The United States which advocates racial equality and opposes “all forms of discrimination” as one of its major planks of its foreign policy has a long way to go to bring racial equality in its own land. Washington often mediates in other nations to settle their racial and ethnic disparities – even proposing political packages – as a corner stone of its human rights policy. Nevertheless the story on ethnic parity/disparity/equality/discrimination in the United States could be a lessen to many other countries who are at the receiving end of Washington’s endless lectures.

The facts and statistics given below how the 13% ethnic minority of the Black community in the United States are engulfed in total discrimination is startling, and one could see how this ethnic discrimination is institutionalized in the American system.

In this account we have not touched the ongoing indiscriminate killing of Blacks in the hands of White law enforcement officers that has engulfed many cities with protest marches.

To start, the minority Black ethnic community is the hardest hit during the current COVID disaster. There are many reasons for that.

The lack of healthcare facilities, less economic opportunities, sub-standard educational facilities, extremely low-paying jobs, inadequate housing availability, widespread racism and discrimination, long-standing economic and health disparities between white people and the minority blacks have directly contributed to 35 percent of the Black community being affected by the Covid-19 despite the Blacks in the U.S. make-up just 13 percent of the overall population.

Even though African Americans make up 13 percent of the US population, they account for 30 percent of the country’s COVID-19 patients

This pathetic scenario in the U.S. underscores preexisting social inequalities tied to race, class and access to healthcare system. Many differences in health outcomes in America are produced by access to things like adequate time to prepare healthy food at home and adequate money not to be working three shifts and have really high stress levels.

According to 2018 statistics 22 percent of Black Americans live in poverty compared with 9 percent of White Americans. Beyond poverty, a number of factors contributed to poor health among Black people, from racism in medical settings to the physical health effects of discrimination. All forms of housing discrimination have made Black Americans more likely to live in neighborhoods affected by environmental contamination, which federal and state government officials have been slow to respond to, in turn raising rates of chronic illness.

Poverty in the U.S. is a moral outrage and the national soul is at stake. Black Americans were on average nearly 70% more likely to live in an area with a shortage of primary care physicians. In some major US cities Blacks are also more likely to live in an area with no hospital trauma center within five miles.

One could assess how hard the COVID-19 would have hit the Black community in the past year.

Surveys clearly show that the hardest hit ethnic community in the United States during the current COVID-19 outbreak is the Black community, and it has hit 35 percent during these two months.
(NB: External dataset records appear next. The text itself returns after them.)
package store

import (
	"context"
	"errors"
	"iter"
	"math"
	"math/rand/v2"
	"slices"
	"strings"
	"testing"

	"github.com/google/go-cmp/cmp"
	"pgregory.net/rapid"

	"ringbook/snubber"
	"ringbook/snubber/waveform"
)

// captured is a ring of n samples as an 8-bit converter gives it, with a step of 0.4 V and noise of as much (standard
// deviation): the same at every call.
func captured(n int) waveform.Record {
	const step = 0.4
	r := waveform.Record{Start: -1e-7, Interval: 4e-10, Volts: make([]float64, n), StepV: step, Origin: "Larkspur Works,Scope 4,0007,1.2"}
	random := rand.New(rand.NewPCG(5, 4))
	for i := range r.Volts {
		v := step * random.NormFloat64()
		if t := r.TimeAt(i); t > 0 {
			v += 48 - 30*math.Exp(-t/3e-7)*math.Cos(2*math.Pi*28e6*t)
		}
		r.Volts[i] = step * math.Round(v/step)
	}
	return r
}

// withWaveforms is a trial like example whose ring was read from the records it comes with.
func withWaveforms() (snubber.Trial, []waveform.Record) {
	t := example()
	t.Readings[0].FromWaveform, t.Readings[2].FromWaveform = true, true
	second := captured(300)
	second.Start, second.StepV, second.Origin = 0, 0, ""
	return t, []waveform.Record{captured(1000), second}
}

func mustAddWithWaveforms(t testing.TB, lb *Logbook) (id string, records []waveform.Record) {
	t.Helper()
	trial, records := withWaveforms()
	id, err := lb.AddWithWaveforms(t.Context(), trial, records)
	if err != nil {
		t.Fatal(err)
	}
	return id, records
}

func waveforms(t testing.TB, lb *Logbook, trial string) (all []Waveform) {
	t.Helper()
	for w, err := range lb.Waveforms(t.Context(), trial) {
		if err != nil {
			t.Fatal(err)
		}
		all = append(all, w)
	}
	return all
}

func firstError(all iter.Seq2[Waveform, error]) error {
	for _, err := range all {
		if err != nil {
			return err
		}
	}
	return nil
}

func TestWaveformsAreKept(t *testing.T) {
	lb := openTemp(t)
	other := mustAdd(t, lb, example())
	id, want := mustAddWithWaveforms(t, lb)
	mustAddWithWaveforms(t, lb)
	if err := lb.Strike(t.Context(), id, "the clip slipped"); err != nil {
		t.Fatal(err)
	}
	if err := lb.Close(); err != nil {
		t.Fatal(err)
	}
	again, err := OpenReadOnly(t.Context(), lb.Path())
	if err != nil {
		t.Fatal(err)
	}
	defer again.Close()
	got := waveforms(t, again, ShortID(id)) // struck or not, and named by the end of its id
	if len(got) != 2 {
		t.Fatalf("%d waveforms, want 2", len(got))
	}
	for i, w := range got {
		if diff := cmp.Diff(want[i], w.Record); diff != "" {
			t.Errorf("waveform %d (-want +got):\n%s", i+1, diff)
		}
		if w.TrialID != id || len(w.ID) != 36 || w.ID == got[1-i].ID {
			t.Errorf("waveform %d is %s of trial %s, want of %s", i+1, w.ID, w.TrialID, id)
		}
	}
	trial, err := again.Trial(t.Context(), id)
	if err != nil {
		t.Fatal(err)
	}
	for i, r := range trial.Readings {
		if r.FromWaveform != (i == 0 || i == 2) {
			t.Errorf("%s: from a waveform: %v", r.Quantity, r.FromWaveform)
		}
	}
	if got := waveforms(t, again, other); len(got) != 0 {
		t.Errorf("%d waveforms of a trial without", len(got))
	}
	if err := firstError(again.Waveforms(t.Context(), "0123456789ab")); !errors.Is(err, ErrNoTrial) {
		t.Errorf("waveforms of no trial: %v", err)
	}
	ended, cancel := context.WithCancel(t.Context())
	cancel()
	if err := firstError(again.Waveforms(ended, id)); !errors.Is(err, context.Canceled) {
		t.Errorf("after the end of the context: %v", err)
	}
	if err := firstError(lb.Waveforms(t.Context(), id)); err == nil || !strings.Contains(err.Error(), "closed") {
		t.Errorf("of a closed logbook: %v", err)
	}
	trialWith, records := withWaveforms()
	if _, err := again.AddWithWaveforms(t.Context(), trialWith, records); !errors.Is(err, ErrReadOnly) {
		t.Errorf("added to a logbook open for reading alone: %v", err)
	}
}

func TestWaveformRoundTrip(t *testing.T) {
	lb := openTemp(t)
	rapid.Check(t, func(rt *rapid.T) {
		finite := rapid.Float64Range(-math.MaxFloat64, math.MaxFloat64)
		stepped := rapid.Custom(func(rt *rapid.T) float64 { return float64(rapid.IntRange(-128, 127).Draw(rt, "code")) * 0.04 })
		volts := rapid.OneOf(rapid.SliceOfN(finite, 1, 50), rapid.SliceOfN(stepped, 1, 500),
			rapid.SliceOfN(rapid.SampledFrom([]float64{0, math.Copysign(0, -1), math.SmallestNonzeroFloat64, math.MaxFloat64}), 1, 50))
		want := waveform.Record{
			Start:    finite.Draw(rt, "start"),
			Interval: rapid.Float64Range(math.SmallestNonzeroFloat64, math.MaxFloat64).Draw(rt, "interval"),
			StepV:    rapid.Float64Range(0, math.MaxFloat64).Draw(rt, "step"),
			Volts:    volts.Draw(rt, "volts"),
			Origin:   rapid.StringOf(rapid.RuneFrom([]rune("ab ß/\\.,\n\t"))).Draw(rt, "origin"),
		}
		id, err := lb.AddWithWaveforms(context.Background(), example(), []waveform.Record{want})
		if err != nil {
			rt.Fatal(err)
		}
		n := 0
		for got, err := range lb.Waveforms(context.Background(), id) {
			if err != nil {
				rt.Fatal(err)
			}
			n++
			if !slices.EqualFunc(want.Volts, got.Volts, func(a, b float64) bool { return math.Float64bits(a) == math.Float64bits(b) }) {
				rt.Fatalf("volts %v, want %v", got.Volts, want.Volts)
			}
			got.Volts = want.Volts
			if diff := cmp.Diff(want, got.Record); diff != "" {
				rt.Fatal("(-want +got):\n" + diff)
			}
		}
		if n != 1 {
			rt.Fatalf("%d waveforms", n)
		}
	})
}

// A waveform that cannot be read is refused with its trial.
func TestBadWaveformsLogNothing(t *testing.T) {
	lb := openTemp(t)
	for _, c := range []struct {
		spoil func(*waveform.Record)
		says  string
	}{
		{func(r *waveform.Record) { r.Volts = nil }, "waveform 2: the record is empty"},
		{func(r *waveform.Record) { r.Volts[4] = math.NaN() }, "waveform 2: sample 5 of the record"},
		{func(r *waveform.Record) { r.Interval = 0 }, "interval of 0 s"},
		{func(r *waveform.Record) { r.Origin = "a\x00b" }, "waveform 2: origin: it has a control character"},
		{func(r *waveform.Record) { r.Origin = strings.Repeat("a", maxText+1) }, "origin: it has 1000001 bytes"},
	} {
		trial, records := withWaveforms()
		c.spoil(&records[1])
		if _, err := lb.AddWithWaveforms(t.Context(), trial, records); err == nil || !strings.Contains(err.Error(), c.says) {
			t.Errorf("%v; want %q", err, c.says)
		}
	}
	trial, records := withWaveforms()
	trial.Board = ""
	if _, err := lb.AddWithWaveforms(t.Context(), trial, records); err == nil || !strings.Contains(err.Error(), "board") {
		t.Errorf("a trial without a board: %v", err)
	}
	trial, records = withWaveforms()
	ctx, cancel := context.WithCancel(t.Context())
	cancel()
	if _, err := lb.AddWithWaveforms(ctx, trial, records); !errors.Is(err, context.Canceled) {
		t.Errorf("after the end of the context: %v", err)
	}
	var n int
	if err := lb.db.QueryRowContext(t.Context(), "SELECT (SELECT count(*) FROM trial) + (SELECT count(*) FROM waveform)").Scan(&n); err != nil || n != 0 {
		t.Errorf("%d rows, %v; want none", n, err)
	}
}

// A waveform spoilt on the disk is named with its trial; the others are read.
func TestDamagedWaveform(t *testing.T) {
	for name, c := range map[string]struct{ set, says string }{
		"samples":  {"samples = CAST(substr(samples, 1, 20) || x'ff' || substr(samples, 22) AS BLOB)", "SHA-256"},
		"shorter":  {"samples = substr(samples, 1, length(samples) - 1)", "SHA-256"},
		"digest":   {"sha256 = zeroblob(32)", "SHA-256"},
		"encoding": {"encoding = 'thumbprint'", "thumbprint"},
		"interval": {"interval_s = -interval_s", "interval"},
	} {
		t.Run(name, func(t *testing.T) {
			lb := openTemp(t)
			id, want := mustAddWithWaveforms(t, lb)
			bad := waveforms(t, lb, id)[0].ID
			err := execOn(t, lb.Path(), "PRAGMA ignore_check_constraints = 1; DROP TRIGGER waveform_stays; UPDATE waveform SET "+c.set+" WHERE id = '"+bad+"'")
			if err != nil {
				t.Fatal(err)
			}
			n := 0
			for w, err := range lb.Waveforms(t.Context(), id) {
				switch n++; n {
				case 1:
					if !errors.Is(err, ErrDamaged) || w.ID != bad || w.TrialID != id || w.Volts != nil {
						t.Fatalf("waveform %s of trial %s with %d samples, %v", w.ID, w.TrialID, len(w.Volts), err)
					}
					for _, says := range []string{"waveform " + bad + " of trial " + id, c.says, "backup", lb.Path()} {
						if !strings.Contains(err.Error(), says) || strings.Contains(err.Error(), "\n") {
							t.Errorf("error %q lacks %q", err, says)
						}
					}
				case 2:
					if diff := cmp.Diff(want[1], w.Record); err != nil || diff != "" {
						t.Errorf("the sound one: %v, %s", err, diff)
					}
				}
			}
			if n != 2 {
				t.Errorf("%d waveforms, want 2", n)
			}
		})
	}
}

func TestWaveformsAreNeverChanged(t *testing.T) {
	lb := openTemp(t)
	mustAddWithWaveforms(t, lb)
	for _, script := range []string{
		"UPDATE waveform SET step_v = 1", "DELETE FROM waveform", "UPDATE reading SET from_waveform = NULL",
		"REPLACE INTO waveform SELECT * FROM waveform",
	} {
		if err := execOn(t, lb.Path(), script); err == nil || !strings.Contains(err.Error(), "strike its trial") {
			t.Errorf("%s: %v", script, err)
		}
	}
}

func TestDigestTellsReadingsFromWaveforms(t *testing.T) {
	trial := example()
	was := TrialsDigest([]snubber.Trial{trial})
	trial.Readings[2].FromWaveform = true
	if TrialsDigest([]snubber.Trial{trial}) == was {
		t.Error("one digest for a peak of the instrument's and one computed from samples")
	}
}

func TestCSVNamesReadingsFromWaveforms(t *testing.T) {
	const head = "from_waveform,board,revision,network,ring_hz,decay_s,peak_v\n"
	got, err := readAll(ReadCSV(strings.NewReader(head + "peak_v  ring_hz,A,1,bare,1.8M,900n,71\n")))
	if err != nil || !got[0].Readings[0].FromWaveform || got[0].Readings[1].FromWaveform || !got[0].Readings[2].FromWaveform {
		t.Errorf("%+v, %v", got, err)
	}
	_, err = readAll(ReadCSV(strings.NewReader(head + "peak_v,A,1,bare,1.8M,900n,\n")))
	if err == nil || !strings.Contains(err.Error(), `line 2, column 1 (from_waveform): "peak_v" has no reading`) {
		t.Errorf("a peak that was not read: %v", err)
	}
}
The care for the 13 percent Black ethnic community in the U.S. in the areas of health, employment, education, and housing is visibly low.

Structural factors including health care access, density of households, unemployment, pervasive discrimination and others drive these disparities, not intrinsic characteristics of black communities or individual-level factors.

Last year when testing for COVD was at the law ebb, the U.S. federal government was unable to provide adequate Covid-19 virus test kits to prevent the critically spreading of the deadly disease – testing was done mostly White-majority areas, neglecting Black-majority districts: an institutionalized racism. The New York Post reported that it found that 22 of the 30 most-tested zip codes in New York City, the epicenter of the national outbreak, were whiter or wealthier that the city’s average demographic profile. In the State of New York, the White-majority Staten Island was getting tested for COVID more often than any other Black-majority boroughs such as Brooklyn and Manhattan. As data showed, the COVID-19 crisis was hitting minority communities – Blacks and Latina – the hardest while those same communities have less testing to diagnose the virus or resources to fight it.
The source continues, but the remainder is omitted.